Sélecto et Rym
Plus tard dans la journée, je prends la route pour la capitale de la province de l’Oriental, la sœur jumelle de Maghnia, Oujda, autre symbole. Nettement mieux pourvue en infrastructures, puisqu’elle dispose même d’un aéroport international, Oujda n’en rappelle pas moins qu’elle est la plus algérienne des villes marocaines. Tout ce qui se consomme ou presque est algérien, du Sélecto aux cigarettes Rym. Seuls le drapeau et la monnaie changent. Musicalement, c’est le raï qui domine avec une dose de reggadda, le style local. Mohamed El Chergui, guide touristique, nous attend sur la terrasse d’un café.
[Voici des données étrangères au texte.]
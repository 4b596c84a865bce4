/**
 * Where a distance r from the picture's centre is drawn, as a fraction of the picture's radius:
 * 0 for r = 0, then from INNER at 10^lo to 1 at 10^hi, linear in log10 r (and in log10 r from just under the least subnormal below 10^lo). Strictly increasing
 * in r (the law the picture relies on: nearer is drawn nearer), unclamped, so a point farther
 * than 10^hi lies outside the picture rather than on its edge.
 */
export interface LogDistanceScale {
  /** Decades shown: 10^lo is the least distance drawn apart from the centre, 10^hi the rim. */
  lo: number;
  hi: number;
  radius(r: number): number;
}

/**
 * The innermost decade sits this far out, so a point exactly at the centre (on the cut, r = 0)
 * stays apart from one 5e-324 away.
 */
const INNER = 0.08;
/** Below log10 of the least subnormal (5e-324, log10 ≈ −323.3). */
const LEAST = -325;

export function logDistanceScale(lo: number, hi: number): LogDistanceScale {
  const decades = Math.max(1, hi - lo);
  // 10^-324 rounds to 0, and no positive double lies below it: the log branch covers them all.
  const floor = 10 ** lo;
  return {
    lo,
    hi: lo + decades,
    radius: (r) => {
      if (!(r > 0)) return 0;
      // Below the innermost decade (a cut drawn past the nearest point): inside INNER, still log and
      // increasing, reaching 0 just under the least subnormal (a linear r / 10^lo underflows to 0 there).
      if (r < floor) return (INNER * (Math.log10(r) - LEAST)) / (lo - LEAST);
      return INNER + ((1 - INNER) * (Math.log10(r) - lo)) / decades;
    },
  };
}
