import { bitLength } from '../numbers/bit-length';
import type { FixedTables } from './fixed-tables';

/**
 * Σ (±1)^i · w^i / (2i+1) in fixed point at level F, for 0 ≤ w ≤ 2^−13 given as
 * W = w · 2^F: the factor that turns t into atanh t (plain signs) or atan t
 * (alternating signs) as t · Σ. Horner's rule from the last needed term; each
 * term gains at least 13 bits, so F/13 + 1 terms reach 2^−F.
 */
export function oddSeries(W: bigint, F: number, T: FixedTables, alternating: boolean): bigint {
  const bitsPerTerm = W === 0n ? F : F - bitLength(W);
  const n = Math.min(Math.ceil(F / Math.max(bitsPerTerm, 1)) + 1, T.inverseOdd.length - 1);
  const shift = BigInt(F);
  const w = alternating ? -W : W;
  let s = T.inverseOdd[n] as bigint;
  for (let i = n - 1; i >= 0; i--) s = (T.inverseOdd[i] as bigint) + ((w * s) >> shift);
  return s;
}
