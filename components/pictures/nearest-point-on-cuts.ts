import type { PlanePoint } from './plane-picture';

/** A cut as drawn: a polyline whose last segment goes on to infinity when `toInfinity`. */
export interface PlaneCut {
  points: PlanePoint[];
  toInfinity: boolean;
}

/**
 * The point of the given cuts nearest to `p`, or null when no cut has two finite points. Each
 * segment is clamped to its ends; a cut's last segment going to infinity is clamped at its start
 * only. Differences are taken before squaring so that points 1e-300 apart near −0.5 still have a
 * non-zero distance.
 */
export function nearestPointOnCuts(cuts: PlaneCut[], p: PlanePoint): PlanePoint | null {
  let best: PlanePoint | null = null;
  let bestDistance = Infinity;
  for (const cut of cuts) {
    const pts = cut.points.filter((q) => Number.isFinite(q.re) && Number.isFinite(q.im));
    for (let i = 1; i < pts.length; i++) {
      const a = pts[i - 1]!;
      const b = pts[i]!;
      const ray = cut.toInfinity && i === pts.length - 1;
      const q = closestOnSegment(a, b, p, ray);
      const d = Math.hypot(p.re - q.re, p.im - q.im);
      if (d < bestDistance) {
        bestDistance = d;
        best = q;
      }
    }
  }
  return best;
}

function closestOnSegment(a: PlanePoint, b: PlanePoint, p: PlanePoint, ray: boolean): PlanePoint {
  const dRe = b.re - a.re;
  const dIm = b.im - a.im;
  const length = Math.hypot(dRe, dIm);
  if (length === 0) return a;
  // Along the unit direction, so a segment of length 1e6 and an offset of 1e-300 stay in range.
  const uRe = dRe / length;
  const uIm = dIm / length;
  let s = (p.re - a.re) * uRe + (p.im - a.im) * uIm;
  s = Math.max(0, ray ? s : Math.min(length, s));
  // On an axis-parallel cut the point keeps the cut's own coordinate exactly (−0.5 + 0i, not −0.5 + 1e-17i).
  return { re: uRe === 0 ? a.re : a.re + s * uRe, im: uIm === 0 ? a.im : a.im + s * uIm };
}
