class _Plain:
    """A plain alternative's setup object with an ``apply`` and its memory in bytes."""

    def __init__(self, name, A):
        if name == "superlu":
            self.lu = sla.splu(sp.csc_matrix(A))
            self.apply = self.lu.solve
            self.memory_bytes = 12 * (self.lu.L.nnz + self.lu.U.nnz)
            self.description = "scipy splu (SuperLU, default options)"
        else:
            self.ml = PRECONDITIONERS[name][1](A)
            self.apply = self.ml.aspreconditioner(cycle="V").matvec
            self.memory_bytes = sum(
                sum(m.data.nbytes + m.indices.nbytes + m.indptr.nbytes
                    for m in (getattr(lv, k, None) for k in ("A", "P", "R"))
                    if m is not None and sp.issparse(m))
                for lv in self.ml.levels)
            self.description = f"pyamg {type(self.ml).__name__}, {len(self.ml.levels)} levels"


def _build(name, A):
    kind, how, _ = PRECONDITIONERS[name]
    if kind == "plain":
        return _Plain(name, A)
    pc, options = how
    return make_preconditioner(A, pc, **options)


def _apply_fn(M):
    return M.apply if isinstance(M, _Plain) else M.matvec
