def test_vectors_are_eigenvectors_of_the_assembled_pencil(square):
    coarse, fine, patch, _ = square
    V, lam = patch.vectors, patch.values
    K, M = assemble_stiffness(fine), assemble_mass(fine)  # reference: the stored assembly
    held = fine.boundary_points()
    free = np.setdiff1d(np.arange(fine.n_points), held)
    assert np.all(V[held] == 0)
    assert np.abs(V.T @ (M @ V) - np.eye(4)).max() < 1e-12  # M-orthonormal to round-off
    # Rayleigh quotients with the assembled K are the values
    assert np.einsum("ij,ij->j", V, K @ V) == pytest.approx(lam, rel=2 * RTOL, abs=0)
    # residual in the M^-1 norm on the free rows: some eigenvalue lies within it of the
    # value, and within its square over the gap (the Krylov-Weinstein and Kato-Temple
    # bounds; B. N. Parlett, The Symmetric Eigenvalue Problem, 1980); 3e-5 lambda keeps the
    # second below 4e-9 lambda for these gaps (at least a quarter of the value)
    res = (K @ V - (M @ V) * lam)[free]
    lu = sla.splu(M[free][:, free].tocsc())
    norms = np.sqrt(np.einsum("ij,ij->j", res, lu.solve(res)))
    assert (norms <= 3e-5 * lam).all(), norms / lam
    assert np.all(V[np.abs(V).argmax(axis=0), np.arange(4)] > 0)  # the sign convention


# == 2. against outside values ============================================================


def test_unit_square_from_above_at_order_two(square):
    # 2, 5, 5, 8 times pi^2: separation of variables (common practice, no source); order 2
    # from above on nested meshes (Babuska and Osborn, 1991): 48 and 96 cells a side
    # stored, 192 on patches
    coarse, _, patch, _ = square
    values = [eigenmodes(coarse, 4, refine=r).values / PI2 for r in (3, 4)]
    check_from_above_at_order(values + [patch.values / PI2], [2, 5, 5, 8], 1.9, 2.1)


def test_held_on_the_left_side_by_a_tag():
    # held on x = 0 only: values ((2a - 1)^2 / 4 + b^2) pi^2 = 1/4, 5/4, 9/4 (separation of
    # variables: sin((2a - 1) pi x / 2) cos(b pi y); common practice, no source), from
    # above at order 2 (Babuska and Osborn, 1991)
    coarse = label_sides(rectangle(6, 6), {"left": lambda x, y: x == 0})
    values = []
    for r in (3, 4, 5):
        modes = eigenmodes(coarse, 3, refine=r, dirichlet_on="left")
        assert isinstance(modes, PatchEigenmodes) == (r == 5)
        values.append(modes.values / PI2)
    check_from_above_at_order(values, [0.25, 1.25, 2.25], 1.9, 2.1)
    fine = modes.mesh
    assert np.all(modes.vectors[fine.points[:, 0] == 0] == 0)
    assert np.all(modes.vectors[fine.points[:, 0] == 1, 0] > 0)  # the right side is free


def test_l_shape_first_value_from_above():
    # 9.6397238440219: T. Betcke and L. N. Trefethen, Reviving the method of particular
    # solutions, SIAM Review 47 (2005); order 4/3 at the re-entrant corner, from above
    # (Babuska and Osborn, 1991); l_shape(3) refined 5 times: 28,033 points on patches
    values = []
    for r in (3, 4, 5):
        modes = eigenmodes(l_shape(3), 1, refine=r)
        assert isinstance(modes, PatchEigenmodes) == (r == 5)
        values.append(modes.values)
    check_from_above_at_order(values, [9.6397238440219], 1.2, 2.0)


# == 3. data by region ====================================================================
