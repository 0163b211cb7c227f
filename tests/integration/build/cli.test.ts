import { runCli } from '../../helpers/cli.js';
import { mkdtempSync, rmSync, writeFileSync } from 'node:fs';
import { tmpdir } from 'node:os';
import { join } from 'node:path';
import { afterAll, beforeAll, expect, test } from 'vitest';
import { useTestDb } from '../../helpers/db.js';
import { databaseUrl } from '../../helpers/servers.js';
import { insertChain } from './chain-fixture.js';

const sets = [
  {
    name: 'cli_set',
    horizon: 7,
    training: { days: 30 },
    families: {
      lags: { days: [7] },
      windows: [{ size: 7, shift: 7, stats: ['mean'] }],
      calendar: { features: ['day_of_week'] },
      encodings: [{ groups: ['item'], window: 14 }],
    },
  },
];
const t = useTestDb(import.meta.url, { sets });
let dir: string;
let configPath: string;

beforeAll(async () => {
  dir = mkdtempSync(join(tmpdir(), 'larder-build-cli-'));
  configPath = join(dir, 'larder.config.json');
  writeFileSync(
    configPath,
    JSON.stringify({ database: { url: await databaseUrl(), schema: t().schema }, sets }),
  );
  await insertChain(t().db, { stores: 2, items: 3, start: '2023-01-01', days: 130 });
});
afterAll(() => rmSync(dir, { recursive: true, force: true }));

/** Runs the CLI in this process, capturing what it prints. */
function larder(...args: string[]) {
  return runCli(['-c', configPath, ...args]);
}

test('larder sets lists features and the definition hash', async () => {
  const r = await larder('sets', '--json');
  expect(r.code).toBe(0);
  const s = JSON.parse(r.out.trim());
  expect(s).toMatchObject({
    name: 'cli_set',
    horizon: 7,
    mode: 'shift',
    families: ['lags', 'windows', 'calendar', 'encodings'],
  });
  expect(s.features.map((f: { name: string }) => f.name)).toEqual([
    'lag_7',
    'mean_7d_s7',
    'day_of_week',
    'enc_item_14d_s7',
  ]);
  expect(s.definitionHash).toMatch(/^[0-9a-f]{64}$/);
});

test('larder build: one cutoff, backtest folds, latest; larder snapshots lists them', async () => {
  const one = await larder('build', '--set', 'cli_set', '--cutoff', '2023-04-20');
  expect(one.code, one.err).toBe(0);
  expect(one.out).toMatch(
    /^cli_set @ 2023-04-20: feat_cli_set_20230420_\w+ {2}\d+ rows \(\d+ training from 2023-03-22, 42 prediction\)/,
  );
  const folds = await larder(
    'build',
    '--set',
    'cli_set',
    '--cutoff',
    '2023-05-01',
    '--backtest',
    '3',
    '--every',
    '7',
    '--json',
  );
  expect(folds.code, folds.err).toBe(0);
  expect(
    folds.out
      .trim()
      .split('\n')
      .map((l) => JSON.parse(l).cutoff),
  ).toEqual(['2023-04-17', '2023-04-24', '2023-05-01']);
  const latest = await larder('build', '--set', 'cli_set', '--cutoff', 'latest', '--json');
  expect(JSON.parse(latest.out).cutoff).toBe('2023-05-10');
  const list = await larder('snapshots', '--json');
  const cutoffs = list.out
    .trim()
    .split('\n')
    .map((l) => JSON.parse(l).cutoff);
  expect(cutoffs).toEqual(['2023-05-10', '2023-05-01', '2023-04-24', '2023-04-20', '2023-04-17']);
  const table = await larder('snapshots');
  expect(table.out.split('\n')[0]).toMatch(/^set\s+cutoff\s+table\s+rows/);
});

test('larder audit reports no leak and exits 0', async () => {
  const r = await larder(
    'audit',
    '--set',
    'cli_set',
    '--cutoff',
    '2023-04-20',
    '--sample',
    '2',
    '--probes',
    '1',
  );
  expect(r.code, r.err + r.out).toBe(0);
  expect(r.out).toContain('no cell changed: no leak found');
});

test('usage and config errors exit 2 with a message', async () => {
  const noSet = await larder('build', '--set', 'nope', '--cutoff', '2023-04-20');
  expect(noSet.code).toBe(2);
  expect(noSet.err).toContain("no feature set named 'nope' in the config (known: cli_set)");
  const noCutoff = await larder('build', '--set', 'cli_set');
  expect(noCutoff.code).toBe(2);
  expect(noCutoff.err).toContain('give --cutoff DAY');
  const badDay = await larder('build', '--set', 'cli_set', '--cutoffs', '2023-04-20,2023-13-01');
  expect(badDay.code).toBe(2);
  expect(badDay.err).toContain("--cutoffs: '2023-13-01' is not an ISO 8601 day");
  const both = await larder('build', '--set', 'cli_set', '--cutoff', '2023-04-20', '--cutoffs', '2023-04-20');
  expect(both.code).toBe(2);
  const audit = await larder('audit', '--set', 'cli_set');
  expect(audit.code).toBe(2);
});
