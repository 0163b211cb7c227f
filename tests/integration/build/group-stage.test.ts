import { describe, expect, test } from 'vitest';
import { stageChainGroups } from '../../../src/build/chain-groups.js';
import { type GroupMap, readStagedGroups } from '../../../src/build/group-stage.js';
import type { DbSession } from '../../../src/db/database.js';
import type { GroupLevel } from '../../../src/features/group-levels.js';
import { KEY_SEP } from '../../../src/features/group-levels.js';
import { useTestDb } from '../../helpers/db.js';

const t = useTestDb(import.meta.url);

const BASE = 19000;
const CUTOFF = BASE + 9;

/** A staged table in the layout chain-groups.ts writes: per key, (offset, total, n) records. */
async function stage(scale: number): Promise<void> {
  const { db } = t();
  await db.exec(`DROP TABLE IF EXISTS staged_g;
    CREATE UNLOGGED TABLE staged_g (level text NOT NULL, k1 text NOT NULL, k2 text, days bytea NOT NULL);
    INSERT INTO staged_g
      SELECT 'item_region', 'item' || i, 'region' || r,
        (SELECT string_agg(int4send(d) || float8send((${scale} * (i * 100 + r * 10 + d))::float8) || int4send(r + 1), ''::bytea ORDER BY d)
         FROM generate_series(0, 9) d)
      FROM generate_series(1, 4) i, generate_series(0, 2) r;`);
}

const wanted = (keys: string[]) => new Map<GroupLevel, Set<string>>([['item_region', new Set(keys)]]);
const key = (i: number, r: number) => `item${i}${KEY_SEP}region${r}`;

async function read(keys: string[]): Promise<GroupMap> {
  const into: GroupMap = new Map();
  await readStagedGroups(t().db, 'staged_g', wanted(keys), BASE, CUTOFF, into);
  return into;
}

describe('staged group totals', () => {
  test('later partitions of one table get the same totals, and a table planned again is read again', async () => {
    await stage(1);
    // Expected values follow from the INSERT above (worked by hand: total = i*100 + r*10 + d).
    const first = await read([key(1, 0), key(2, 0)]);
    expect(Array.from(first.get('item_region')!.get(key(2, 0))!.total)).toEqual(
      Array.from({ length: 10 }, (_, d) => 200 + d),
    );
    // A second partition wants keys already read and new ones (and one the table lacks).
    const second = await read([key(2, 0), key(3, 1), 'item9\u001fregion9']);
    const g = second.get('item_region')!;
    expect([...g.keys()].sort()).toEqual([key(2, 0), key(3, 1)]);
    expect(Array.from(g.get(key(3, 1))!.total)).toEqual(Array.from({ length: 10 }, (_, d) => 310 + d));
    expect(Array.from(g.get(key(3, 1))!.n)).toEqual(new Array(10).fill(2));
    expect(g.get(key(2, 0))).toBe(first.get('item_region')!.get(key(2, 0)));

    // Dropped and staged again under the same name (another plan): nothing is taken from before.
    await stage(2);
    const again = await read([key(2, 0)]);
    expect(Array.from(again.get('item_region')!.get(key(2, 0))!.total)).toEqual(
      Array.from({ length: 10 }, (_, d) => 2 * (200 + d)),
    );
  });

  test('the process that staged the totals reads them from memory, equal to what the table gives back', async () => {
    const { db } = t();
    await db.exec(`
      INSERT INTO stores VALUES ('s1', 'north'), ('s2', 'north'), ('s3', 'south');
      INSERT INTO items VALUES ('i1', 'dairy', 'fresh'), ('i2', 'dairy', 'fresh'), ('i3', 'bakery', 'fresh');
      INSERT INTO series (item_id, store_id) SELECT i, s FROM unnest(ARRAY['i1','i2','i3']) i, unnest(ARRAY['s1','s2','s3']) s;
      INSERT INTO sales (series_id, day, units)
        SELECT series_id, DATE '1970-01-01' + ${BASE} + d, (series_id * 7 + d * 3) % 5
        FROM series, generate_series(0, 9) d WHERE (series_id + d) % 4 <> 0;`);
    const levels: GroupLevel[] = ['item_region', 'item', 'department'];
    await stageChainGroups(db, 'chain_g', levels, BASE, CUTOFF, 2);
    const wantedAll = new Map<GroupLevel, Set<string>>([
      [
        'item_region',
        new Set(['i1', 'i2', 'i3'].flatMap((i) => [`${i}${KEY_SEP}north`, `${i}${KEY_SEP}south`])),
      ],
      ['item', new Set(['i1', 'i2', 'i3'])],
      ['department', new Set(['dairy', 'bakery', 'frozen'])],
    ]);
    // Counts the COPYs a read sends.
    let copies = 0;
    const counting: DbSession = new Proxy(db, {
      get(target, prop, receiver) {
        if (prop === 'copyTo')
          return (sql: string) => {
            copies++;
            return target.copyTo(sql);
          };
        const v = Reflect.get(target, prop, receiver);
        return typeof v === 'function' ? v.bind(target) : v;
      },
    });
    const seeded: GroupMap = new Map();
    await readStagedGroups(counting, 'chain_g', wantedAll, BASE, CUTOFF, seeded);
    // Only the key no series has ('frozen') is asked of the table.
    expect(copies).toBe(1);
    // The same totals read back from a copy of the table (another name: nothing cached).
    await db.exec('CREATE TABLE chain_g2 AS SELECT * FROM chain_g');
    const readBack: GroupMap = new Map();
    await readStagedGroups(db, 'chain_g2', wantedAll, BASE, CUTOFF, readBack);
    for (const level of levels) {
      const a = seeded.get(level)!;
      const b = readBack.get(level)!;
      expect([...a.keys()].sort()).toEqual([...b.keys()].sort());
      for (const [k, g] of a) {
        expect(Array.from(g.total)).toEqual(Array.from(b.get(k)!.total));
        expect(Array.from(g.n)).toEqual(Array.from(b.get(k)!.n));
        expect(g.base).toBe(b.get(k)!.base);
      }
    }
    // Worked by hand from the INSERT: item i1 in the north (stores s1, s2) on the first day.
    const { rows } = await db.query<{ total: number; n: number }>(
      `SELECT sum(units)::float8 AS total, count(*)::int AS n FROM sales JOIN series USING (series_id)
       WHERE item_id = 'i1' AND store_id IN ('s1', 's2') AND day = DATE '1970-01-01' + ${BASE}`,
    );
    const north = seeded.get('item_region')!.get(`i1${KEY_SEP}north`)!;
    expect([north.total[0], north.n[0]]).toEqual([rows[0]!.total, rows[0]!.n]);
  });
});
«Bienvenu à Oujda, cher frère. Je pense que tu as pu constater qu’il y a peu de changements par rapport à l’Algérie. Cette ville est celle du royaume où il y a la plus forte population algérienne. D’ailleurs, ce n’est pas pour rien que nos frères algériens disposent d’un consulat ici même.» Il continue émettant ce souhait que «la frontière rouvre rapidement. Ici, nous souhaitons même mieux encore. Pourquoi pas un jumelage entre Oujda et Maghnia, avec d’intenses échanges tant économiques que culturels d’ailleurs ? Nous sommes un seul et même peuple.» Un seul et même peuple, ces mots revenaient souvent de la part d’Algéro-Marocains, mais également de simples citoyens marocains comme Jamila, 34 ans, employée à Attijariwafabank, habitante de Oujda, mais originaire de Meknès.
«Rana chaâb wahed»
«J’ai toujours admiré l’Algérie. Mais je ne comprends pas pourquoi cette frontière est fermée. En 2009, alors que notre équipe nationale a vu sa qualification pour la Coupe du monde compromise, nous étions tous derrière les Fennecs, et lorsqu’ils ont arraché leur billet pour l’Afrique du Sud, croyez-moi, nous avons fait la fête aux quatre coins du royaume.» Dernière étape marocaine, Ahfir, où nous attend la famille maternelle de Kamel, rencontré à Maghnia. Lalla Soumaya, la tante de Kamel, heureuse de recevoir chez elle un «frère de sang», affirme recevoir régulièrement des membres de sa famille établis de l’autre côté de la frontière. «Mes enfants, poursuit-elle, vont souvent en Algérie. D’ailleurs, mon fils Moumen va se marier cet été avec une Algérienne de Nedroma. Pour nous, il n’y a aucune différence entre Marocains et Algériens. Rana chaâb wahed.»
La nuit tombe. Mouh, mon passeur marocain, est inquiet. Il passe quelques coups de fil, jonglant avec ses deux indispensables puces, une algérienne, une marocaine. Les militaires se font plus nombreux. Et pourtant, nous devons rentrer à Maghnia. Retrouver Lahcen et sa Renault 25. Tard dans la nuit, nous retrouvons la fameuse route de l’Unité maghrébine. La présence militaire est palpable. Le stress de mon passeur aussi. Je ne reconnais plus la route empruntée le matin même. Les oiseaux ne gazouillent plus. Le vent dans les arbres s’est tu. Le bruit de mes pas me renvoie un écho assourdissant. La fraîcheur de la nuit me fait frissonner. L’Algérie est donc si loin ? Et puis soudain, je l’aperçois. Dans la nuit, chaleureuse et bienveillante, cette petite lumière qui tangue.